Making “important long-term changes in the schools,” Sharkey said, would require “a short-term strike that is going to cause some difficulty and pain.”
The union’s Tuesday night announcement came just hours after Mayor Lori Lightfoot told reporters that she was ready to write staffing and class size promises into the union contract.
“We have expressed a willingness to find solutions on these two core issues that would be written into the contract,” Lightfoot said.
The union’s bargaining team of 40-some rank-and-file teachers and organizers will recommend that the union’s 700-member House of Delegates vote against the proposed contract agreement. Leadership has called a House of Delegates meeting for Wednesday evening, when members will vote yes or no on the city’s latest offer.

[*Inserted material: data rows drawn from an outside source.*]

/**
 * `pinchoff run` as a function: check the notebook and the overrides, lock the
 * design-run folder, stage a copy where "pinchoff" resolves, execute it
 * headless, collect the derivations, and write the design-run folder (report,
 * notebook as run, run record) through the atomic writer. The source notebook
 * is only ever read. An interruption (the `signal`) stops the driver and the
 * kernel at once, removes the staging folder, releases the lock and removes an
 * output folder the run created and left empty; nothing is written.
 */
import { createHash } from "node:crypto";
import { existsSync, mkdirSync, mkdtempSync, readFileSync, rmSync, writeFileSync } from "node:fs";
import { basename, dirname, extname, join, resolve } from "node:path";
import { PinchoffError } from "../errors.js";
import { fingerprint } from "../record/fingerprint.js";
import { buildReport, reportMarker, type ReportModel } from "../report/html.js";
import { isFrequencyRecord } from "../bias/frequency.js";
import { checkReplaceable, prepareOutputDir, removeIfEmpty, writeAtomically, type FileSystemSeam } from "../io/atomic-write.js";
import { lockFolder, type FolderLock } from "../io/folder-lock.js";
import { buildRunRecord, isRunRecord, runFolderFiles } from "./run-record.js";
import { allChecks, collect, type CellFailure, type CheckLine, type Collected } from "./collect.js";
import { findJupyter, requireKernel, startKernelSession, type KernelSession } from "./execute.js";
import { applyOverrides, findInputsCell, resolveInputs, type Override, type ParsedInput } from "./inputs-cell.js";
import { cellSource, ensureCellIds, parseNotebook, readNotebook, type Notebook } from "./notebook-file.js";
import { kernelName, stagingRoot, toolVersion } from "./paths.js";

export interface RunOptions {
  readonly notebook: string;
  readonly overrides?: readonly Override[];
  /** Output folder; default: `<name>-run/` beside the notebook. */
  readonly outDir?: string;
  /** Per-cell time limit in seconds. */
  readonly timeout?: number;
  readonly env?: NodeJS.ProcessEnv;
  readonly now?: Date;
  /** Aborting it interrupts the run (the command line wires SIGINT and SIGTERM to it). */
  readonly signal?: AbortSignal;
  /** Said on the terminal, e.g. when a stale lock is taken over. */
  readonly note?: (text: string) => void;
  /** File system seam of the atomic writer (tests simulate a full disk with it). */
  readonly fs?: FileSystemSeam;
}

export interface RunResult {
  readonly outDir: string;
  /** The notebook with its outputs, as run. */
  readonly notebookPath: string;
  readonly reportPath: string;
  readonly recordPath: string;
  readonly reportBytes: number;
  readonly inputs: readonly ParsedInput[];
  readonly checks: readonly CheckLine[];
  readonly failures: readonly CellFailure[];
  readonly skipped: readonly number[];
  readonly collected: Collected;
  /** 0 when every cell ran and every check passed. */
  readonly exitCode: number;
  readonly seconds: { readonly total: number; readonly kernel: number };
}

export const defaultTimeout = 120;

/** The default design-run folder of a notebook: `<name>-design-run/` beside it. */
export const defaultRunFolder = (notebook: string): string => join(dirname(resolve(notebook)), `${stemOf(notebook)}-design-run`);

/** Raised when the run was interrupted; `signal` names what stopped it. */
export class RunInterrupted extends PinchoffError {
  override readonly name = "RunInterrupted";
  constructor(readonly signal: string, folder: string) {
    super("io", `interrupted (${signal}): the kernel was stopped and nothing was written`, folder);
  }
}

const stemOf = (path: string) => basename(path, extname(path));

/** Is this existing file the output of an earlier run (so it may be replaced)? */
function ours(path: string, head: string): boolean {
  if (path.endsWith(".html")) return head.includes(reportMarker);
  if (path.endsWith(".json")) return isRunRecord(readFileSync(path, "utf8"));
  try {
    const nb = JSON.parse(readFileSync(path, "utf8")) as Notebook;
    return !!(nb.metadata?.pinchoff as { run?: unknown } | undefined)?.run;
  } catch {
    return false;
  }
}

function titleOf(nb: Notebook, fallback: string): string {
  for (const c of nb.cells) {
    if (c.cell_type !== "markdown") continue;
    const h = /^\s*#{1,3}\s+(.+)$/m.exec(cellSource(c));
    if (h) return h[1]!.trim();
  }
  return fallback;
}

export async function runNotebook(opts: RunOptions): Promise<RunResult> {
  const t0 = performance.now();
  const source = resolve(opts.notebook);
  const timeout = opts.timeout ?? defaultTimeout;
  if (!Number.isFinite(timeout) || timeout <= 0) throw new PinchoffError("invalid-value", `got ${timeout}, expected a time limit in seconds > 0`, "--timeout");
  if (!existsSync(source)) throw new PinchoffError("io", "no such notebook", opts.notebook);
  const { notebook, text } = readNotebook(source);
  const cell = findInputsCell(notebook, opts.notebook);

  // Everything that can be checked before starting a kernel is checked now.
  findJupyter(opts.env, false);
  requireKernel();
  const stem = stemOf(source);
  const outDir = resolve(opts.outDir ?? defaultRunFolder(source));
  const notebookPath = join(outDir, runFolderFiles.notebook);
  const reportPath = join(outDir, runFolderFiles.report);
  const recordPath = join(outDir, runFolderFiles.record);
  if ([notebookPath, reportPath, recordPath].includes(source)) throw new PinchoffError("io", "a result would replace the source notebook; choose another --out", source);
  const signal = opts.signal;
  const interrupted = () => new RunInterrupted(String(signal?.reason ?? "interrupted"), outDir);
  if (signal?.aborted) throw interrupted();
  const created = prepareOutputDir(outDir);
  let written = false;
  let lock: FolderLock | undefined;
  let stage: string | undefined;
  let session: KernelSession | undefined;
  let live: KernelSession | undefined;
  const onAbort = () => void live?.stop();
  signal?.addEventListener("abort", onAbort);
  try {
    lock = lockFolder(outDir, `pinchoff run ${source}`);
    if (lock.tookOver) opts.note?.(`took over a stale lock on ${outDir} (${lock.tookOver}, no longer running)`);
    checkReplaceable([notebookPath, reportPath, recordPath], ours);
    mkdirSync(stagingRoot, { recursive: true });
    stage = mkdtempSync(join(stagingRoot, `${stem.replace(/[^\w.-]/g, "_").slice(0, 40)}-`));
    // The kernel starts now; parsing the inputs (mathjs) and loading the renderer (KaTeX) overlap its start-up.
    session = startKernelSession(stage, { timeout, ...(opts.env ? { env: opts.env } : {}) });
    live = session;
    if (signal?.aborted) throw interrupted();
    const rendering = import("../report/derivation-html.js");
    rendering.catch(() => undefined); // awaited below; a failed check before then must not leave it unobserved
    const inputs = resolveInputs(cell, opts.overrides ?? [], opts.notebook);

    const copy = applyOverrides(notebook, cell, inputs);
    ensureCellIds(copy);
    copy.metadata.kernelspec = { name: kernelName, display_name: "TypeScript", language: "typescript" };
    const stagedIn = join(stage, "notebook.ipynb");
    const stagedOut = join(stage, "as-run.ipynb");
    writeFileSync(stagedIn, JSON.stringify(copy, null, 1));
    const codeCells = copy.cells.flatMap((c, i) => (c.cell_type === "code" ? [i] : []));
    if (signal?.aborted) throw interrupted();

    const running = session;
    session = undefined;
    let exec;
    try {
      exec = await running.run(stagedIn, stagedOut, { timeout, codeCells, ...(opts.env ? { env: opts.env } : {}) });
    } catch (e) {
      if (signal?.aborted) throw interrupted();
      throw e;
    }
    if (signal?.aborted) throw interrupted();
    if (!existsSync(stagedOut)) throw new PinchoffError("io", `the Jupyter run wrote no notebook${exec.fatal ? ` (${exec.fatal.message})` : ""}`, "jupyter");
    const executed = parseNotebook(readFileSync(stagedOut, "utf8"), "executed notebook");
    const collected = collect(executed, exec.status);
    const checks = allChecks(collected);
    const date = opts.now ?? new Date();

    const inputEntries = inputs.map((i) => ({ name: i.name, value: i.value, dim: i.dim }));
    const inputsFingerprint = fingerprint({ title: "design inputs", inputs: inputEntries });
    const sourceFingerprint = createHash("sha256").update(text, "utf8").digest("hex");
    executed.metadata.pinchoff = {
      run: {
        tool: toolVersion(),
        date: date.toISOString(),
        source: source,
        sourceFingerprint,
        inputsFingerprint,
        overrides: inputs.filter((i) => i.overridden).map((i) => ({ name: i.name, value: i.text, notebookValue: i.original })),
        cells: Object.fromEntries([...exec.status].map(([i, s]) => [String(i + 1), s])),
      },
    };

    const { formulaStyles, renderDerivationHtml } = await rendering;
    const model: ReportModel = {
      title: titleOf(notebook, stem),
      notebookPath: source,
      toolVersion: toolVersion(),
      date,
      sourceFingerprint,
      inputsFingerprint,
      inputs: inputs.map((i) => ({ name: i.name, text: i.text, dim: i.dim, value: i.value, overridden: i.overridden, ...(i.original !== undefined ? { original: i.original } : {}) })),
      derivations: collected.derivations.map((d) => ({
        title: d.data.title,
        cell: d.cell,
        ...(d.fingerprint ? { fingerprint: d.fingerprint } : {}),
        ...(Array.isArray(d.data.steps) && isFrequencyRecord(d.data) ? { section: "frequency" as const } : {}),
        html: renderDerivationHtml(d.data),
      })),
      checks,
      plots: collected.plots,
      parts: collected.parts,
      failures: collected.failures,
      skipped: collected.skipped,
      ...(collected.derivations.length ? { formulaStyles: formulaStyles() } : {}),
    };
    const html = buildReport(model);
    const notebookText = JSON.stringify(executed, null, 1) + "\n";
    const record = buildRunRecord({
      tool: toolVersion(),
      date,
      sourcePath: source,
      sourceSha256: sourceFingerprint,
      inputsFingerprint,
      derivations: collected.derivations.map((d) => ({ title: d.data.title, cell: d.cell, ...(d.fingerprint ? { fingerprint: d.fingerprint } : {}) })),
      inputs,
      checks,
      failures: collected.failures,
      skipped: collected.skipped,
      outputs: [
        { file: runFolderFiles.report, content: html },
        { file: runFolderFiles.notebook, content: notebookText },
      ],
    });
    if (signal?.aborted) throw interrupted();
    // The record goes last: it lists the other files with their digests, so a folder it describes is complete.
    writeAtomically(
      [
        { path: notebookPath, content: notebookText },
        { path: reportPath, content: html },
        { path: recordPath, content: JSON.stringify(record, null, 1) + "\n" },
      ],
      opts.fs ? { fs: opts.fs } : {},
    );
    written = true;
    return {
      outDir,
      notebookPath,
      reportPath,
      recordPath,
      reportBytes: Buffer.byteLength(html, "utf8"),
      inputs,
      checks,
      failures: collected.failures,
      skipped: collected.skipped,
      collected,
      exitCode: record.exitCode,
      seconds: { total: (performance.now() - t0) / 1000, kernel: exec.seconds },
    };
  } finally {
    signal?.removeEventListener("abort", onAbort);
    if (signal?.aborted) await live?.stop();
    else session?.cancel();
    if (stage) rmSync(stage, { recursive: true, force: true });
    lock?.release();
    if (!written && created) removeIfEmpty(outDir, created);
  }
}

Sharkey also said that city proposals fall short on pay for paraprofessionals and for veteran teachers. Negotiators have not agreed on adding more support staff like librarians and counselors. Current proposals would force some schools to choose between one or the other, Sharkey said.
He said that the length of the contract also is still unresolved. The mayor wants a five-year contract, but Sharkey said the union, which wants a shorter deal, will only agree if they believe it will really create change in schools.
Sharkey said Tuesday that the city and a separate union, Service Employees International Union Local 73, representing school support staff and park district workers, had not yet reached a deal. That means an additional 10,000 workers could be on picket lines Thursday, complicating efforts to keep any parks open as contingency options for families.
“Three bargaining units, two unions, one mayor, and no deals,” Sharkey said. “Something has got to shift there.”
Meanwhile, parents all over the city received robo calls from the district updating them about strike plans for students. Schools will remain open but minimally staffed and no instruction will take place.
In the robo calls, schools chief Janice Jackson asked parents to register their children on the Chicago Public Schools contingency plan site if they plan to take them to school. She said that three meals will be served. City libraries also will be open.